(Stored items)
------------

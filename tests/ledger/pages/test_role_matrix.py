"""Every page of a commons, for each visitor: a row that is missing is a failure.

Columns: secretary, monitor, board, member (whose objects they are), neighbour (another member),
stranger (of another commons), nobody (not signed in).
"""

from collections.abc import Iterator
from datetime import date

import pytest
from django.db import transaction
from django.test import Client
from django.urls import URLPattern, URLResolver, get_resolver

from ledger.foundation.clocks import Chance, system_clock
from ledger.identity import operations as identity
from ledger.identity.models import Account, Seat
from tests.ledger import builders, scene
from tests.ledger.pages.conftest import At

WHO = ("secretary", "monitor", "board", "member", "neighbour", "stranger", "nobody")
MEMBERS = {"secretary": 4, "monitor": 2, "board": 1, "member": 5, "neighbour": 7}
DAY = date(2026, 3, 2)
UNDER = "c/<slug:slug>/"

# What GET answers; 405 where an address takes a form alone.
MATRIX = {
    "": "200 200 200 200 200 404 302",
    "record/": "200 200 200 200 200 404 302",
    "record/left/": "200 200 200 200 200 404 302",
    "entries/": "200 200 200 200 200 404 302",
    "entries/<int:number>/": "200 200 200 200 404 404 302",
    "entries/<int:number>/receipt/": "200 200 200 200 404 404 302",
    "entries/<int:number>/correct/": "200 403 403 403 403 404 302",
    "members/": "200 200 200 404 404 404 302",
    "members/<int:number>/": "200 404 200 200 404 404 302",
    "members/<int:number>/card/": "200 403 403 403 403 404 302",
    "standing/": "302 302 302 302 302 404 302",
    "seasons/": "200 200 200 200 200 404 302",
    "seasons/<slug:code>/": "200 200 200 200 200 404 302",
    "seasons/<slug:code>/use.svg": "200 200 200 200 200 404 302",
    "seasons/<slug:code>/report.<str:form>": "404 403 404 403 403 404 302",
    "cases/": "200 200 200 200 200 404 302",
    "cases/<int:number>/": "200 404 200 200 404 404 302",
    "cases/<int:number>/moves/": "405 405 405 405 405 405 405",
    "devices/": "200 200 200 200 200 404 302",
    "devices/<int:number>/end/": "405 405 405 405 405 405 405",
}


def _routes(found: list[URLPattern | URLResolver], before: str = "") -> Iterator[str]:
    for each in found:
        route = before + str(each.pattern)
        if isinstance(each, URLResolver):
            yield from _routes(each.url_patterns, route)
        else:
            yield route


def test_every_page_has_its_row() -> None:
    """And no row is for a page that is gone."""
    routes = _routes(get_resolver().url_patterns)
    pages = {route.removeprefix(UNDER) for route in routes if route.startswith(UNDER)}
    assert set(MATRIX) == pages


@pytest.fixture
def entry(bay: scene.Scene) -> int:
    """The member's slip over the limit, from which a case was noted."""
    bay.morning(DAY, hour=20)
    number = bay.lands("L", builders.line("clams", "60"), member=5, day=DAY)
    bay.judges(date(2026, 3, 3))
    bay.hears()
    return number


@pytest.fixture
def stranger(bay: scene.Scene, chance: Chance) -> Client:
    """Somebody signed in, whose seat is in another commons."""
    elsewhere = builders.people(hand=bay.hand, slug="far-bank")
    with transaction.atomic():
        identity.open_account(
            username="stranger",
            commons_id=elsewhere,
            member=4,
            clock=system_clock,
            chance=chance,
        )
    client = Client()
    client.force_login(Account.objects.get(pk=Seat.objects.get(commons_id=elsewhere).account_id))
    return client


@pytest.mark.parametrize("who", WHO)
def test_each_visitor_is_answered_as_the_table_says(
    entry: int, at: At, stranger: Client, who: str
) -> None:
    """The whole table, cell by cell."""
    client = {"stranger": stranger, "nobody": Client()}.get(who) or at(MEMBERS[who])
    numbers = {"entries": entry, "members": 5, "cases": 1, "devices": 1}
    found = {}
    for route in MATRIX:
        room = route.split("/")[0]
        path = route.replace("<int:number>", str(numbers.get(room, "")))
        path = path.replace("<slug:code>", "clams-2026").replace("<str:form>", "pdf")
        query = "?member=5&resource=clams" if room == "record" else ""
        found[route] = str(client.get(f"/c/reed-bank/{path}{query}").status_code)
    expected = {route: row.split()[WHO.index(who)] for route, row in MATRIX.items()}
    assert found == expected


def test_what_is_left_of_another_is_not_told(entry: int, at: At) -> None:
    """A neighbour who types the member's number reads neither a name nor an amount."""
    answer = at(7).get("/c/reed-bank/record/left/?member=5&place=pier_sand").json()
    assert set(answer.values()) == {""}
    own = at(5).get("/c/reed-bank/record/left/?member=5&place=pier_sand").json()
    assert own["name"] == "Member 5"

------------

_TASK INSTRUCTIONS_
The answer must be every line of the entries that includes the word "transaction".

_EXERCISE RESPONSE_
from django.db import transaction
    with transaction.atomic():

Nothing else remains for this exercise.